[Opening Given records section]

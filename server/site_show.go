package server

import (
	"cmp"
	"net/http"
	"net/url"
	"sort"
	"strconv"
	"strings"

	"github.com/labstack/echo/v4"

	"tripwell/forms"
	"tripwell/store"
)

// registerRows is how many devices a register page shows at once.
const registerRows = 500

// sitesPage lists the sites of the reader.
type sitesPage struct {
	Frame
	Heading, NewSite, None string
	Sites                  []siteRow
}

// sitePage is the register of one site in walking order.
type sitePage struct {
	Frame
	Crumbs                        []link
	Heading, Under, Action, Query string
	Actions                       []link
	Conflicts                     []conflictLine
	States                        []option
	Filtered                      bool
	Found, None                   string
	Groups                        []registerGroup
	Pager                         []link
	Items                         []itemsShown
}

// registerGroup is a room with its devices.
type registerGroup struct {
	Place string
	Rows  []registerRow
}

// registerRow is one device of a register.
type registerRow struct {
	Href, Spot, Tag, Kind, Circuit string
	Last                           mark
	LastWhen, Next                 string
	Late                           bool
}

func (s *Server) sitesShow(c echo.Context) error {
	view := sitesPage{Frame: s.frame(c, s.words.Say("office.site.title"), "sites")}
	err := s.store.View(scope(c), func(v *store.View) error {
		sums, err := v.SitesSums()
		for _, one := range sums {
			defects, err := v.DefectSums(one.Site.ID)
			if err != nil {
				return err
			}
			view.Sites = append(view.Sites, s.siteRow(one, defects.Devices, s.today(one.Site)))
		}
		return err
	})
	if err != nil {
		return err
	}
	view.Heading, view.None = s.words.Say("office.site.heading", "n", len(view.Sites)), s.words.Say("office.overview.no_site_other")
	if len(view.Sites) == 0 {
		view.Heading = s.words.Say("office.site.none")
	}
	if view.Change {
		view.NewSite, view.None = "/sites/new", s.words.Say("office.overview.no_site_manager")
	}
	return s.page(c, http.StatusOK, "sites.html", view)
}

// siteRow says how a site stands; failed is how many devices have an open defect.
func (s *Server) siteRow(sums store.SiteSums, failed int, today forms.Day) siteRow {
	k := s.ink()
	row := siteRow{
		Href: siteHref(sums.Site), Name: sums.Site.Name, Code: sums.Site.Code,
		Devices: count(sums.Devices), Failed: count(failed), Overdue: count(sums.Overdue), Next: dash,
	}
	if failed > 0 {
		row.FailedHref = "/defects?site=" + url.QueryEscape(cmp.Or(sums.Site.Code, sums.Site.ID))
	}
	if sums.Overdue > 0 {
		row.OverdueHref = row.Href + "?state=overdue"
	}
	row.Year = k.strip("/compliance?site="+url.QueryEscape(cmp.Or(sums.Site.Code, sums.Site.ID)), sums.Year)
	if sums.NextDay != forms.NoDay && sums.NextTask != "" {
		row.Next = joined(k.near(sums.NextDay, today), lowerFirst(k.named("task", sums.NextTask)))
		if sums.NextDay < today {
			row.Late, row.Next = true, joined(k.say("office.day.since", "day", k.near(sums.NextDay, today)), lowerFirst(k.named("task", sums.NextTask)))
		}
	}
	return row
}

func (s *Server) siteShow(c echo.Context) error {
	ask := registerAsk{query: strings.TrimSpace(c.QueryParam("q")), state: c.QueryParam("state")}
	ask.from, _ = strconv.Atoi(c.QueryParam("from"))
	view := sitePage{Frame: s.frame(c, "", "sites")}
	err := s.store.View(scope(c), func(v *store.View) error {
		site, err := v.Site(c.Param("site"))
		if err != nil {
			return err
		}
		return s.buildRegister(v, site, ask, &view)
	})
	if err != nil {
		return err
	}
	return s.page(c, http.StatusOK, "site.html", view)
}

// registerAsk is what of a register is asked for.
type registerAsk struct {
	query, state string // state: "" | overdue | failed | never | retired
	from         int    // the first row shown, from 0
}

func (s *Server) buildRegister(v *store.View, site store.Site, ask registerAsk, view *sitePage) error {
	k, today := s.ink(), s.today(site)
	all, found, late, failed := 0, 0, 0, 0
	open, err := v.OpenDefects(site.ID)
	if err != nil {
		return err
	}
	match, elsewhere := newSearch(ask.query), []store.DeviceRow(nil)
	for d, err := range v.Devices(site.ID) {
		if err != nil {
			return err
		}
		overdue, bad := overdueCount(d), open[d.ID] > 0
		if !d.Retired {
			all, late = all+1, late+overdue
			if bad {
				failed++
			}
			if d.AtSite != "" {
				elsewhere = append(elsewhere, d)
			}
		}
		if !ask.wants(d, overdue, bad) || !match.hits(d, k) {
			continue
		}
		if found++; found > ask.from && found <= ask.from+registerRows {
			view.add(s.place(d.Place), s.registerRow(d, today))
		}
	}
	items, err := s.itemsOfSite(v, site, elsewhere)
	if err != nil {
		return err
	}
	view.Items = items
	view.Title, view.Heading = site.Name, s.siteHeading(site, failed, late)
	view.Under = k.say("office.site.under", "n", all, "code", site.Code, "zone", site.Zone)
	if site.Address != "" {
		view.Under = joined(view.Under, site.Address)
	}
	view.Crumbs = []link{{Href: "/sites", Text: k.say("office.nav.sites")}}
	view.Action, view.Query, view.Filtered = siteHref(site), ask.query, ask.query != "" || ask.state != ""
	view.States = choices(ask.state, "", k.say("office.register.all"), "overdue", k.say("office.register.overdue"), "failed", k.say("office.register.failed"),
		"never", k.say("office.register.never"), "retired", k.say("office.register.retired"))
	view.Conflicts = s.conflicts(v, site.Conflicts, today)
	view.Found = k.say("office.register.found", "n", found)
	view.None = k.say("office.register.none")
	if view.Filtered {
		view.Found, view.None = k.say("office.register.found_of", "n", count(found), "all", count(all)), k.say("office.register.none_match")
	}
	view.Pager = registerPager(k, siteHref(site), ask, found)
	view.Actions = []link{{Href: siteHref(site) + "/circuits", Text: k.say("office.circuit.list")}, {Href: siteHref(site) + "/protection", Text: k.say("office.protection.title")}}
	if view.Change {
		view.Actions = append(view.Actions, link{Href: siteHref(site) + "/devices/new", Text: k.say("office.device.new"), Here: true}, link{Href: siteHref(site) + "/edit", Text: k.say("office.site.edit")}, link{Href: siteHref(site) + "/asked", Text: k.say("asked.title")}, link{Href: siteHref(site) + "/calendar", Text: k.say("kept.open_calendar")})
	}
	return nil
}

// wants says whether a device belongs to the chosen state. Retired devices are shown only when they are asked for.
func (a registerAsk) wants(d store.DeviceRow, overdue int, failed bool) bool {
	if d.Retired != (a.state == "retired") {
		return false
	}
	switch a.state {
	case "overdue":
		return overdue > 0
	case "failed":
		return failed
	case "never":
		return len(d.Last) == 0
	}
	return true
}

func (s *Server) siteHeading(site store.Site, failed, late int) string {
	var facts []string
	if failed > 0 {
		facts = append(facts, s.words.Say("office.site.failed", "n", failed))
	}
	if late > 0 {
		facts = append(facts, s.words.Say("office.site.overdue", "n", late))
	}
	if len(facts) == 0 {
		return s.words.Say("office.site.calm", "name", site.Name)
	}
	return s.words.Say("office.site.fact", "name", site.Name, "facts", strings.Join(facts, ", "))
}

// add puts a row under its room; rows come in walking order, so a room is complete when the next begins.
func (p *sitePage) add(place string, row registerRow) {
	if n := len(p.Groups); n == 0 || p.Groups[n-1].Place != place {
		p.Groups = append(p.Groups, registerGroup{Place: place})
	}
	g := &p.Groups[len(p.Groups)-1]
	g.Rows = append(g.Rows, row)
}

func (s *Server) registerRow(d store.DeviceRow, today forms.Day) registerRow {
	k := s.ink()
	row := registerRow{Href: "/devices/" + d.ID, Spot: s.spot(d), Tag: k.tag(d.Tag), Kind: s.kindAndRating(d), Circuit: circuit(d), Last: k.verdict("")}
	if task, last, ok := lastStanding(d); ok {
		row.Last = k.verdict(last.Result)
		row.LastWhen = joined(k.named("task", task), k.near(last.Day, today))
	}
	row.Next, row.Late = s.nextOf(d, today)
	return row
}

// lastStanding gives the last test a reader must know of: the newest of those with the worst result.
func lastStanding(d store.DeviceRow) (task string, last store.LastTest, ok bool) {
	for _, t := range sortedKeys(d.Last) {
		l := d.Last[t]
		if better := !ok || severity(l.Result) > severity(last.Result) || severity(l.Result) == severity(last.Result) && l.Day > last.Day; better {
			task, last, ok = t, l, true
		}
	}
	return task, last, ok
}

// severity orders results for lastStanding: what asks for work stands before what is only newer.
func severity(result string) int {
	switch result {
	case forms.Fail:
		return 3
	case forms.ConditionalFail:
		return 2
	case forms.Incomplete:
		return 1
	}
	return 0
}

// nextOf names the first date of a device, and whether it has passed.
func (s *Server) nextOf(d store.DeviceRow, today forms.Day) (text string, late bool) {
	k := s.ink()
	if d.Retired || len(d.Due) == 0 {
		return dash, false
	}
	due := append([]store.Due(nil), d.Due...)
	sort.SliceStable(due, func(i, j int) bool { return due[i].Due < due[j].Due })
	first := due[0]
	task := lowerFirst(k.named("task", first.Task))
	switch {
	case first.State == "overdue":
		return joined(k.say("office.register.overdue_since", "day", k.near(first.Due, today)), task), true
	case first.State == "never-tested" && first.Due == forms.NoDay:
		return joined(k.say("office.register.first"), task), false
	}
	return joined(k.near(first.Due, today), task), false
}

func overdueCount(d store.DeviceRow) (n int) {
	for _, due := range d.Due {
		if due.State == "overdue" {
			n++
		}
	}
	return n
}

func registerPager(k ink, action string, ask registerAsk, found int) []link {
	if found <= registerRows {
		return nil
	}
	var out []link
	for from := 0; from < found; from += registerRows {
		q := url.Values{"q": {ask.query}, "state": {ask.state}, "from": {strconv.Itoa(from)}}
		out = append(out, link{Href: action + "?" + q.Encode(), Text: k.say("office.register.page", "from", count(from+1), "to", count(min(from+registerRows, found))), Here: from == ask.from})
	}
	return out
}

[Closing Given records section]

**Your goal**. When a line in the data contains "never", return it as written.

**Answer to this task**.
	query, state string // state: "" | overdue | failed | never | retired
		"never", k.say("office.register.never"), "retired", k.say("office.register.retired"))
	case "never":
	case first.State == "never-tested" && first.Due == forms.NoDay:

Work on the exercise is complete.